Clinical laboratories were quickly overwhelmed by increased demand as COVID-19 swept the U.S., leading public health departments and private labs to suffer long delays in returning results.
Several hospitals decided to rely on their own in-house labs to expedite the process, and those decisions came with their own growing pains.
Providers told Modern Healthcare what they learned about scaling up capacity and maintaining a successful testing lab operation amid the pandemic.
1. Be flexible with lab protocols and staff
At the start of the pandemic, many hospital labs were forced to develop their own COVID-19 tests as the Centers for Disease Control and Prevention faced delays rolling out the first approved test.
Dr. Karen Kaul, chairwoman of the department of pathology and laboratory medicine at NorthShore University HealthSystem in Evanston, Ill., said a lot of the initial work was done "on the fly" as they cross-trained lab personnel to support molecular lab staff as they scaled up capacity.
Being nimble was key to making the transition work, Kaul said. While molecular lab technicians did the more difficult aspects of developing the tests, other staff helped with sample preparation and clerical tasks.
"Redefining roles quickly made an enormous difference in keeping some people who were being underutilized busy and also allowing our staff to get the work out," she said.
2. Diversify testing platforms to address supply chain challenges
Labs have seen shortages of testing materials including reagents, swabs, kits and chemicals as COVID-19 testing fails to slow down. Hospital labs normally seek to use a single testing method or platform to get a unified set of results.
But that rigidity would force many hospital labs to shut down if they can't get the materials they need. To address potential shortages, some providers have been using several different COVID-19 testing platforms and switching methods when they run low on some materials.
CommonSpirit Health chose three different testing platforms from three different vendors to avoid shortages or issues if one system failed, according to Karen Smith, vice president of laboratory services.
The health system got its vendors to commit to providing certain volumes of tests so they couldcomplete10,000 tests per day, Smith said.
"There are vendor limitations, and I didn't want to put all my eggs in one basket," Smith said.
3. Maintain a quick test result turnaround time
Material shortages aside, hospitals and individuals have experienced delays in receiving test results. While turnaround times started at three or four days, they have crept to a week or more as labs had difficulty expanding quickly enough to meet demand.

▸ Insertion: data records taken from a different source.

def _ledger_load(*, bundles: dict[int, UnitInputs], now: datetime, since: datetime) -> None:
    """Filter changes and drains from the ledger (latest change per kind; recent drains)."""
    rows = (
        ledger_events(ServiceEvent.Kind.FILTER_CHANGED, ServiceEvent.Kind.SEPARATOR_DRAINED)
        .filter(unit_id__in=list(bundles), performed_at__lte=now)
        .order_by("unit_id", "performed_at")
        .values_list(
            "unit_id",
            "effective_kind",
            "component_kind",
            "performed_at",
            "hour_meter",
            "water_ml",
            "id",
        )
    )
    for unit_id, kind, comp_kind, at, hours, water, event_id in rows:
        b = bundles[unit_id]
        if kind == ServiceEvent.Kind.FILTER_CHANGED:
            b.last_change[comp_kind] = (at, hours, event_id)
        elif at >= since:
            b.drains.append((at, hours, water))


def _samples_load(
    *, bundles: dict[int, UnitInputs], now: datetime, since: datetime
) -> list[FuelSampleRow]:
    """Every source sample in the look-back (few), and the batch's tank samples."""
    source_samples: list[FuelSampleRow] = []
    for s in rows_of(
        FuelSample.objects.filter(
            sampled_at__lte=now, sampled_at__gte=since - timedelta(days=LOOKBACK_DAYS)
        ).filter(source__isnull=False)
        | FuelSample.objects.filter(unit_id__in=list(bundles), sampled_at__lte=now),
        FuelSampleRow,
    ):
        if s.unit_id is not None:
            bundles[s.unit_id].unit_samples.append(s)
        else:
            source_samples.append(s)
    return source_samples


def _events_load(*, bundles: dict[int, UnitInputs], now: datetime, since: datetime) -> None:
    """Two queries: engine events in the look-back, and lifetime relief-valve openings."""
    ids = list(bundles)
    for e in rows_of(
        EngineEvent.objects.filter(
            unit_id__in=ids, occurred_at__gte=since, occurred_at__lte=now
        ).order_by("unit_id", "occurred_at"),
        EngineEventRow,
    ):
        bundles[e.unit_id].events.append(e)
    # Openings since the valve's last replacement (a ledger event) or fitting (a component).
    replaced_since = ledger_events(ServiceEvent.Kind.RELIEF_VALVE_REPLACED).filter(
        unit_id=OuterRef("unit_id"),
        performed_at__gte=OuterRef("occurred_at"),
        performed_at__lte=now,
    )
    fitted_since = Component.objects.filter(
        unit_id=OuterRef("unit_id"),
        kind=ComponentKind.RELIEF_VALVE,
        removed_on__isnull=True,
        installed_on__gt=OuterRef("occurred_at"),  # midnight of the day it went on
        installed_on__lte=now.date(),
    )
    for unit_id, total in (
        EngineEvent.objects.filter(
            Q(unit_id__in=ids, kind=EngineEvent.Kind.RELIEF_VALVE_OPENED, occurred_at__lte=now),
            ~Exists(replaced_since),
            ~Exists(fitted_since),
        )
        .values("unit_id")
        .annotate(total=Sum("occurrences"))
        .values_list("unit_id", "total")
    ):
        bundles[unit_id].lifetime_relief_openings = total or 0


def _dp_load(*, bundles: dict[int, UnitInputs], now: datetime, since: datetime) -> None:
    comp_to_unit = {c.pk: c.unit_id for b in bundles.values() for c in b.filters.values()}
    for dp in rows_of(
        FilterPressureReading.objects.filter(
            component_id__in=list(comp_to_unit), taken_at__gte=since, taken_at__lte=now
        ).order_by("component_id", "taken_at"),
        DpRow,
    ):
        readings = bundles[comp_to_unit[dp.component_id]].dp_readings
        readings.setdefault(dp.component_id, []).append(dp)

The slow return rendered some coronavirus tests useless as diagnostic tools, since some asymptomatic patients would leave isolation earlier than recommended and potentially spread the virus.
By contrast, hospital labs have generally been able to process and get admitted patients their results within 24 hours.
NorthShore's average turnaround has been a couple days even when they processed up to 1,800 tests per day. Establishing a centralized testing system helped maintain efficiency, according to Kaul.
The health system also developed smaller capacity testing instruments at each of its hospitals for situations where they need quicker test results, such as for psychiatric patients in the emergency department or for those being admitted for high-risk medical procedures.
"Having both the large throughput testing and the small number of tests that need to be turned around very quickly is really ideal," Kaul said.
4. Establish stronger collaborations between laboratory, clinical and administrative personnel
Six months of COVID-19 has reminded hospitals they need strong, in-house laboratory capacity to maintain patient care, Kaul said. The labs provide up to 70% of the data in a patient's electronic health record.
"We're so behind the scenes that we're often forgotten unless there's a problem," she said.
Since that start of the pandemic, NorthShore has held frequent multidisciplinary team discussions on how to deploy new tests.
The key to a successful testing lab is providing ongoing, predictable testing that staff can rely on, according to Dr. Dwayne Breining, executive director for Northwell Health Labs. In March, Northwell Health was one of the first systems in the country to begin mass COVID-19 testing of its patients. It scaled up capacity within a month, from completing 100 tests to more than 1,000 a day.
Hospital labs should have clear, expected goals supported by leadership, according to Smith. CommonSpirit recently opened a new laboratory hub in Arizona that Smith said will triple the health system's capacity to process COVID-19 tests. The new facility will ultimately focus on precision medicine after the pandemic lapses.
"We made the decision that was a long-term strategy for CommonSpirit Health that just got moved up by a few years," Smith said.